Verification of Dose Estimates and Exposure Tracking Systems

(8) Methods for adjusting exposure estimates, or re-planning work, when

unexpected changes in scope or emergent work is encountered, was reviewed

by the inspectors for adequacy.

Job Site Inspections and ALARA Controls

(9) The inspectors reviewed work activities that present the highest radiological risk

to workers. The inspectors evaluated Entergys use of engineering controls to

achieve dose reductions and to verify that procedures and controls are consistent

with ALARA reviews. Associated ALARA Plans and RWPs were reviewed to

determine if appropriate exposure and contamination controls were being

employed.

Radiation Worker Performance

(10) Through observations and interviews, workers and technicians were found to be

knowledgeable of the work area radiological conditions and low dose waiting

areas.

Enclosure

30

Declared Pregnant Workers

(11) The inspectors reviewed information associated with declared pregnant workers

during the assessment period and whether appropriate monitoring and controls

were being utilized to ensure compliance with 10CFR Part 20.

Problem Identification and Resolution

(12) The inspectors reviewed elements of the Entergys corrective action program

related to implementing radiological controls to determine if problems are being

entered into the program for timely resolution.

b. Findings

No findings of significance were identified.

4. OTHER ACTIVITIES [OA]

4OA1 Performance Indicator Verification (71151 - 3 samples)

a. Inspection Scope

The inspectors reviewed performance indicator data for the cornerstones listed below

and used Nuclear Energy Institute 99-02, Regulatory Assessment Performance

Indicator Guideline, Revision 5, to verify individual performance indicator accuracy and

completeness. The documents reviewed during this inspection are listed in the

Attachment.

Initiating Events Cornerstone

  • Unplanned Scrams per 7000 Critical Hours (January 2008 to December 2008)
  • Unplanned Transients per 7000 Critical Hours (January 2008 to December 2008)

The inspectors reviewed data and plant records from January 2008 to December 2008.

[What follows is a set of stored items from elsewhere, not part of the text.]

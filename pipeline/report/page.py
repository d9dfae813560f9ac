"""Report: the month's static HTML report, and its headline numbers as plain text.

One self-contained file: CSS inline, charts drawn with matplotlib as inline SVG, no script, no font, image
or style sheet fetched from anywhere (a Content-Security-Policy meta tells the browser so too).

What it reads is fixed in :data:`READABLE_TABLES`: the publishable tables (schema ``published``,
every period present, for the trend), the quality tables per lab (no person-level value), the
district names and the run manifest (``runs``). It never reads a person-level table; every query
goes through :func:`_select`, which refuses any other table. Counts blanked by disclosure control
are shown as "s" in the tables and "suppressed" elsewhere, never as a number.

The output depends only on the warehouse (no wall-clock time), so the same run gives the same file.
"""

from __future__ import annotations

import os
from dataclasses import dataclass
from pathlib import Path
from typing import Any

import duckdb

from pipeline.core.periods import Period
from pipeline.report import (
    indicators as report_indicators,  # new sections; it uses this module's helpers
)
from pipeline.report.charts import _Bar, _bar_chart, _line_chart, _Reference
from pipeline.report.data import (
    READABLE_TABLES,
    TOTAL,
    UNKNOWN_DISTRICT,
    _collect,
    _Data,
    _district_order,
    _is_blanked,
    _rate_blanked,
)
from pipeline.report.html import (
    CATEGORY_AXES,
    EQUATION_NAMES,
    EQUATION_ROLES,
    _age_groups,
    _Cell,
    _confidence,
    _count_cell,
    _dec,
    _district_label,
    _e,
    _has_interval,
    _int,
    _missing,
    _num,
    _pct,
    _rate_cell,
    _rate_number,
    _share_number,
    _suppression_notes,
    _table,
)

__all__ = ["READABLE_TABLES", "build_report_html", "headline_text", "write_report"]


# --------------------------------------------------------------------------- public API


def write_report(con: duckdb.DuckDBPyConnection, period: str, path: Path) -> Path:
    """Write the period's report to ``path`` (one self-contained HTML file) and return the path.

    The file is written beside its target and renamed into place, so a reader never sees half.
    """
    text = build_report_html(con, period)
    path = Path(path)
    path.parent.mkdir(parents=True, exist_ok=True)
    tmp = path.with_name(path.name + ".tmp")
    tmp.write_text(text, encoding="utf-8")
    os.replace(tmp, path)
    return path


def headline_text(con: duckdb.DuckDBPyConnection, period: str) -> str:
    """The report's headline numbers as a few plain lines (the CLI may print them)."""
    data = _collect(con, Period.parse(period))
    lines = [f"Kidney surveillance, {data.period_words} (period {data.period.label})"]
    if data.demo_key is not False:
        lines.append("  " + data.key_notice)
    for h in _headlines(data):
        lines.append(f"  {h.label}: {h.value}" + (f" ({h.detail})" if h.detail else ""))
    return "\n".join(lines).replace("\u00a0", " ")


def build_report_html(con: duckdb.DuckDBPyConnection, period: str) -> str:
    """The report as an HTML string."""
    return _render(_collect(con, Period.parse(period)))


# --------------------------------------------------------------------------- reading


# --------------------------------------------------------------------------- cells and formats


# --------------------------------------------------------------------------- headline


@dataclass
class _Headline:
    key: str
    label: str
    value: str
    detail: str = ""


def _headline_value(row: dict[str, Any] | None, column: str, data: _Data) -> str:
    if row is None:
        return "not available"
    if _is_blanked(row, column):
        return f"suppressed (≤{data.suppress_max})"
    if row.get(column) is None:
        return "not available"
    return _int(row[column])


def _headline_share(table: str, row: dict[str, Any] | None, rate: str, data: _Data) -> str:
    if row is None:
        return "not available"
    if _rate_blanked(table, row, rate, data):
        return "suppressed"
    if row.get(rate) is None:
        return "not available"
    return _pct(row[rate])


def _headlines(data: _Data) -> list[_Headline]:
    prev = next((r for r in data.prevalence if r["district_code"] == TOTAL), None)
    cov = next((r for r in data.coverage if r["district_code"] == TOTAL), None)
    window = int(data.threshold("summaries", "window_months", 12))
    share = _headline_share("district_ckd_prevalence", prev, "ckd_share_of_tested", data)
    both = _headline_share("district_screening_coverage", cov, "share_with_both", data)
    both_n = _headline_value(cov, "with_egfr_and_acr", data)
    if share == "suppressed":
        share_detail = "share of persons tested suppressed"
    else:
        share_detail = "" if share == "not available" else f"{share} of persons tested"
    if both == "suppressed":
        both_detail = "share with both an eGFR and an ACR suppressed"
    elif both == "not available":
        both_detail = ""
    else:
        both_detail = f"{both} had both an eGFR and an ACR" + (
            f": {both_n} persons" if both_n[:1].isdigit() else ""
        )
    return [
        _Headline("persons_tested", f"Persons tested (eGFR or ACR) in the {window} months to {data.end_words}",
                  _headline_value(prev, "persons_tested", data)),
        _Headline("persons_ckd", "Persons with confirmed CKD", _headline_value(prev, "persons_ckd", data),
                  share_detail),
        _Headline("persons_ckd_g3_g5", "Confirmed CKD with latest eGFR in G3a–G5",
                  _headline_value(prev, "persons_ckd_g3_g5", data)),
        _Headline("persons_with_diabetes", "Persons with lab-evidenced diabetes",
                  _headline_value(cov, "persons_with_diabetes", data), both_detail),
    ]  # fmt: skip


# --------------------------------------------------------------------------- charts (matplotlib, SVG)


# --------------------------------------------------------------------------- sections


def _prevalence_section(data: _Data) -> str:
    table = "district_ckd_prevalence"
    cols = data.prevalence_columns
    share_ci = _has_interval(cols, "ckd_share_of_tested")
    std = "ckd_per_1000_standardised" in cols
    std_ci = _has_interval(cols, "ckd_per_1000_standardised")
    head = ["District", "Persons tested", "Confirmed CKD", "Share of tested (%)", "CKD G3a–G5",
            "Per 1,000 residents"] + (["Age-standardised per 1,000"] if std else []) + ["Population"]  # fmt: skip
    rows = []
    for r in data.prevalence:
        cells = [
            _count_cell(r, "persons_tested"),
            _count_cell(r, "persons_ckd"),
            _rate_cell(table, r, "ckd_share_of_tested", data, _share_number, share_ci),
            _count_cell(r, "persons_ckd_g3_g5"),
            _rate_cell(table, r, "ckd_per_1000_residents", data, _rate_number, False),
        ]
        if std:
            few = r.get("ckd_per_1000_standardised_flag") == "few_events"
            cells.append(
                _Cell("r", "ckd_per_1000_standardised", "s")
                if few
                else _rate_cell(table, r, "ckd_per_1000_standardised", data, _rate_number, std_ci)
            )
        cells.append(_count_cell(r, "population"))
        rows.append((r["district_code"], _district_label(data, r["district_code"]), cells))
    caption = f"Confirmed CKD among persons tested, by district, {_e(data.period_words)}"
    notes = _suppression_notes(data, share_ci or std_ci)
    if std:
        groups = _age_groups(data.threshold("summaries", "standardisation_age_bands", [0, 65, 75]))
        notes.append(f"Age-standardised: direct method, WHO World Standard Population 2000–2025, on the broad "
                     f"age groups {groups}, sexes pooled; shown only where its counts per age group give no "
                     "suppressed count away.")  # fmt: skip
        if any(r.get("ckd_per_1000_standardised_flag") == "rounded" for r in data.prevalence):
            notes.append("Some age-standardised rates are rounded to fewer decimals: at two decimals, with their "
                         "interval and the district's count, they would give an age group's count back.")  # fmt: skip
        if any(r.get("ckd_per_1000_standardised_flag") == "few_events" for r in data.prevalence):
            minimum = int(data.threshold("disclosure", "standardised_min_events", 20))
            notes.append(f"<b>r</b> not shown: fewer than {minimum} persons with confirmed CKD, too few for a "
                         "reliable standardised rate (common practice).")  # fmt: skip
    return (
        _table("table-prevalence", caption, head, rows, notes) if rows else _missing("prevalence")
    )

The records included PI data summary reports, licensee event reports, operator

narrative logs, Entergys corrective action program, and Maintenance Rule records. The

inspectors verified the accuracy of the number of critical hours reported, and interviewed

the system engineers and operators responsible for data collection and evaluation.

Barrier Integrity Cornerstone

  • RCS Activity (January 2008 to December 2008)

The inspectors reviewed data and plant records from January 2008 to December 2008.

The records included performance indicator data summary reports, licensee event

reports, operator narrative logs, Entergys corrective action program, and Maintenance

Rule records. The inspectors verified the accuracy of the number of critical hours

reported, and interviewed the system engineers and operators responsible for data

collection and evaluation.

Enclosure

31

b. Findings

No findings of significance were identified.

4OA2 Identification and Resolution of Problems (71152)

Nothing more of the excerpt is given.